(Items from a dataset)
=======

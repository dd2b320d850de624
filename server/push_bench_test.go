package server

import (
	"bytes"
	"crypto/sha256"
	"encoding/binary"
	"fmt"
	"io"
	"net/http"
	"path/filepath"
	"sync"
	"testing"
	"time"

	"go.etcd.io/bbolt"

	"tripwell/store"
)

const (
	benchRecords = 10_000
	benchBatch   = 50
	benchClients = 16
	benchRounds  = 4
	benchDevices = 2_000
)

// BenchmarkPush sends 10,000 entries over HTTP on loopback, in batches of 50 from 16 installations, durable, with every
// read model and every log's tree kept. Every second entry has a figure of its own; the others say what entries before them
// said, as button tests do. Two floors run between its rounds on the same bytes, in commits as large as the
// mean group the store itself wrote: x-floor puts each record and four scattered index keys straight into bbolt, x-records
// the record alone under a key that only grows. Both begin with as many records as the store's book holds before the clock
// starts (its register), so that all three write into files of one age.
func BenchmarkPush(b *testing.B) {
	for range b.N {
		r := newRig(b, benchDevices)
		rounds := benchLoad(b, r)
		floor := newFloor(b, "floor.db", r.bookSize(), 4)
		alone := newFloor(b, "records.db", r.bookSize(), 0)
		var ours, floored, recorded time.Duration
		commits := 0
		for _, load := range rounds {
			before := r.store.Groups()
			ours += load.push(b)
			groups := int(r.store.Groups() - before)
			commits += groups
			size := max(1, (len(load.records)+groups/2)/max(1, groups))
			floored += floor.put(b, load.records, size, 4)
			recorded += alone.put(b, load.records, size, 0)
		}
		b.ReportMetric(float64(ours)/float64(floored), "x-floor")
		b.ReportMetric(float64(ours)/float64(recorded), "x-records")
		b.ReportMetric(benchRecords/ours.Seconds(), "records/s")
		b.ReportMetric(benchRecords/float64(max(1, commits)), "records/commit")
	}
}

// benchRound is what one round sends: bodies by installation, in order, and the records in them.
type benchRound struct {
	phones  []*handset
	bodies  [][][]byte
	records [][]byte
}

func benchLoad(b *testing.B, r *rig) []benchRound {
	phones := make([]*handset, benchClients)
	transport := &http.Transport{MaxIdleConnsPerHost: benchClients}
	for i := range phones {
		phones[i] = r.handset(r.crew)
		phones[i].client = &http.Client{Transport: transport}
	}
	rounds := make([]benchRound, benchRounds)
	next := 0
	for i := range rounds {
		load := benchRound{phones: phones, bodies: make([][][]byte, benchClients)}
		for range benchRecords / benchBatch / benchRounds {
			phone := next % benchClients
			next++
			texts := make([]string, benchBatch)
			for k := range texts {
				device := r.devices[(next*benchBatch+k*37)%len(r.devices)]
				current := 4 + float64((next+k)%18)/10
				if k%2 == 0 { // a figure that no other entry has: this one is read and judged by itself
					current = 4 + float64(next*benchBatch+k)/10_000
				}
				texts[k] = phones[phone].entry(device, current).bytes(b)
				load.records = append(load.records, []byte(texts[k]))
			}
			load.bodies[phone] = append(load.bodies[phone], pushBody(b, texts...))
		}
		rounds[i] = load
	}
	return rounds
}

func (l benchRound) push(b *testing.B) time.Duration {
	b.Helper()
	began := time.Now()
	var wg sync.WaitGroup
	for i, phone := range l.phones {
		wg.Go(func() {
			for _, body := range l.bodies[i] {
				req, err := http.NewRequest(http.MethodPost, phone.url+"/exchange/push", bytes.NewReader(body))
				if err != nil {
					b.Error(err)
					return
				}
				req.Header.Set("Authorization", "Bearer "+phone.token)
				res, err := phone.client.Do(req)
				if err != nil {
					b.Error(err)
					return
				}
				answer, err := io.ReadAll(res.Body)
				_ = res.Body.Close()
				if err != nil || res.StatusCode != http.StatusOK || bytes.Count(answer, []byte(`"stored"`)) != benchBatch {
					b.Errorf("push: %d %v %.200s", res.StatusCode, err, answer)
					return
				}
			}
		})
	}
	wg.Wait()
	return time.Since(began)
}

// floor is bbolt with nothing above it, opened as the store opens its own.
type floor struct {
	db  *bbolt.DB
	seq uint64
}

func newFloor(b *testing.B, name string, already, indexes int) *floor {
	db, err := bbolt.Open(filepath.Join(b.TempDir(), name), 0o600, nil)
	must(b, err)
	must(b, db.Update(func(tx *bbolt.Tx) error {
		for _, bucket := range []string{"rec", "i0", "i1", "i2", "i3"} {
			if _, err := tx.CreateBucket([]byte(bucket)); err != nil {
				return err
			}
		}
		return nil
	}))
	b.Cleanup(func() { must(b, db.Close()) })
	f := &floor{db: db}
	register := make([][]byte, already)
	for i := range register {
		register[i] = bytes.Repeat([]byte{'r'}, 400)
	}
	f.put(b, register, 400, indexes)
	return f
}

// bookSize is how many records all logs hold.
func (r *rig) bookSize() (n int) {
	must(r.t, r.store.View(ownerScope, func(v *store.View) error {
		heads, err := v.Logs()
		for _, head := range heads {
			n += int(head.Size)
		}
		return err
	}))
	return n
}

func (f *floor) put(b *testing.B, records [][]byte, perCommit, indexes int) time.Duration {
	b.Helper()
	began := time.Now()
	for len(records) > 0 {
		n := min(perCommit, len(records))
		must(b, f.db.Update(func(tx *bbolt.Tx) error { return f.putGroup(tx, records[:n], indexes) }))
		records = records[n:]
	}
	return time.Since(began)
}

func (f *floor) putGroup(tx *bbolt.Tx, records [][]byte, indexes int) error {
	rec := tx.Bucket([]byte("rec"))
	rec.FillPercent = 0.95
	for _, r := range records {
		f.seq++
		key := binary.BigEndian.AppendUint64(nil, f.seq)
		if err := rec.Put(key, r); err != nil {
			return err
		}
		for i := range indexes {
			scattered := sha256.Sum256(fmt.Appendf(nil, "%d %d", i, f.seq))
			if err := tx.Bucket(fmt.Appendf(nil, "i%d", i)).Put(scattered[:16], key); err != nil {
				return err
			}
		}
	}
	return nil
}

=======

● INSTRUCTIONS FOR THE TASK
Copy down the complete data exactly as supplied.

● EXERCISE OUTPUT
repository dd2b320d850de624
filename server/push_bench_test.go
package server

import (
	"bytes"
	"crypto/sha256"
	"encoding/binary"
	"fmt"
	"io"
	"net/http"
	"path/filepath"
	"sync"
	"testing"
	"time"

	"go.etcd.io/bbolt"

	"tripwell/store"
)

const (
	benchRecords = 10_000
	benchBatch   = 50
	benchClients = 16
	benchRounds  = 4
	benchDevices = 2_000
)

// BenchmarkPush sends 10,000 entries over HTTP on loopback, in batches of 50 from 16 installations, durable, with every
// read model and every log's tree kept. Every second entry has a figure of its own; the others say what entries before them
// said, as button tests do. Two floors run between its rounds on the same bytes, in commits as large as the
// mean group the store itself wrote: x-floor puts each record and four scattered index keys straight into bbolt, x-records
// the record alone under a key that only grows. Both begin with as many records as the store's book holds before the clock
// starts (its register), so that all three write into files of one age.
func BenchmarkPush(b *testing.B) {
	for range b.N {
		r := newRig(b, benchDevices)
		rounds := benchLoad(b, r)
		floor := newFloor(b, "floor.db", r.bookSize(), 4)
		alone := newFloor(b, "records.db", r.bookSize(), 0)
		var ours, floored, recorded time.Duration
		commits := 0
		for _, load := range rounds {
			before := r.store.Groups()
			ours += load.push(b)
			groups := int(r.store.Groups() - before)
			commits += groups
			size := max(1, (len(load.records)+groups/2)/max(1, groups))
			floored += floor.put(b, load.records, size, 4)
			recorded += alone.put(b, load.records, size, 0)
		}
		b.ReportMetric(float64(ours)/float64(floored), "x-floor")
		b.ReportMetric(float64(ours)/float64(recorded), "x-records")
		b.ReportMetric(benchRecords/ours.Seconds(), "records/s")
		b.ReportMetric(benchRecords/float64(max(1, commits)), "records/commit")
	}
}

// benchRound is what one round sends: bodies by installation, in order, and the records in them.
type benchRound struct {
	phones  []*handset
	bodies  [][][]byte
	records [][]byte
}

func benchLoad(b *testing.B, r *rig) []benchRound {
	phones := make([]*handset, benchClients)
	transport := &http.Transport{MaxIdleConnsPerHost: benchClients}
	for i := range phones {
		phones[i] = r.handset(r.crew)
		phones[i].client = &http.Client{Transport: transport}
	}
	rounds := make([]benchRound, benchRounds)
	next := 0
	for i := range rounds {
		load := benchRound{phones: phones, bodies: make([][][]byte, benchClients)}
		for range benchRecords / benchBatch / benchRounds {
			phone := next % benchClients
			next++
			texts := make([]string, benchBatch)
			for k := range texts {
				device := r.devices[(next*benchBatch+k*37)%len(r.devices)]
				current := 4 + float64((next+k)%18)/10
				if k%2 == 0 { // a figure that no other entry has: this one is read and judged by itself
					current = 4 + float64(next*benchBatch+k)/10_000
				}
				texts[k] = phones[phone].entry(device, current).bytes(b)
				load.records = append(load.records, []byte(texts[k]))
			}
			load.bodies[phone] = append(load.bodies[phone], pushBody(b, texts...))
		}
		rounds[i] = load
	}
	return rounds
}

func (l benchRound) push(b *testing.B) time.Duration {
	b.Helper()
	began := time.Now()
	var wg sync.WaitGroup
	for i, phone := range l.phones {
		wg.Go(func() {
			for _, body := range l.bodies[i] {
				req, err := http.NewRequest(http.MethodPost, phone.url+"/exchange/push", bytes.NewReader(body))
				if err != nil {
					b.Error(err)
					return
				}
				req.Header.Set("Authorization", "Bearer "+phone.token)
				res, err := phone.client.Do(req)
				if err != nil {
					b.Error(err)
					return
				}
				answer, err := io.ReadAll(res.Body)
				_ = res.Body.Close()
				if err != nil || res.StatusCode != http.StatusOK || bytes.Count(answer, []byte(`"stored"`)) != benchBatch {
					b.Errorf("push: %d %v %.200s", res.StatusCode, err, answer)
					return
				}
			}
		})
	}
	wg.Wait()
	return time.Since(began)
}

// floor is bbolt with nothing above it, opened as the store opens its own.
type floor struct {
	db  *bbolt.DB
	seq uint64
}

func newFloor(b *testing.B, name string, already, indexes int) *floor {
	db, err := bbolt.Open(filepath.Join(b.TempDir(), name), 0o600, nil)
	must(b, err)
	must(b, db.Update(func(tx *bbolt.Tx) error {
		for _, bucket := range []string{"rec", "i0", "i1", "i2", "i3"} {
			if _, err := tx.CreateBucket([]byte(bucket)); err != nil {
				return err
			}
		}
		return nil
	}))
	b.Cleanup(func() { must(b, db.Close()) })
	f := &floor{db: db}
	register := make([][]byte, already)
	for i := range register {
		register[i] = bytes.Repeat([]byte{'r'}, 400)
	}
	f.put(b, register, 400, indexes)
	return f
}

// bookSize is how many records all logs hold.
func (r *rig) bookSize() (n int) {
	must(r.t, r.store.View(ownerScope, func(v *store.View) error {
		heads, err := v.Logs()
		for _, head := range heads {
			n += int(head.Size)
		}
		return err
	}))
	return n
}

func (f *floor) put(b *testing.B, records [][]byte, perCommit, indexes int) time.Duration {
	b.Helper()
	began := time.Now()
	for len(records) > 0 {
		n := min(perCommit, len(records))
		must(b, f.db.Update(func(tx *bbolt.Tx) error { return f.putGroup(tx, records[:n], indexes) }))
		records = records[n:]
	}
	return time.Since(began)
}

func (f *floor) putGroup(tx *bbolt.Tx, records [][]byte, indexes int) error {
	rec := tx.Bucket([]byte("rec"))
	rec.FillPercent = 0.95
	for _, r := range records {
		f.seq++
		key := binary.BigEndian.AppendUint64(nil, f.seq)
		if err := rec.Put(key, r); err != nil {
			return err
		}
		for i := range indexes {
			scattered := sha256.Sum256(fmt.Appendf(nil, "%d %d", i, f.seq))
			if err := tx.Bucket(fmt.Appendf(nil, "i%d", i)).Put(scattered[:16], key); err != nil {
				return err
			}
		}
	}
	return nil
}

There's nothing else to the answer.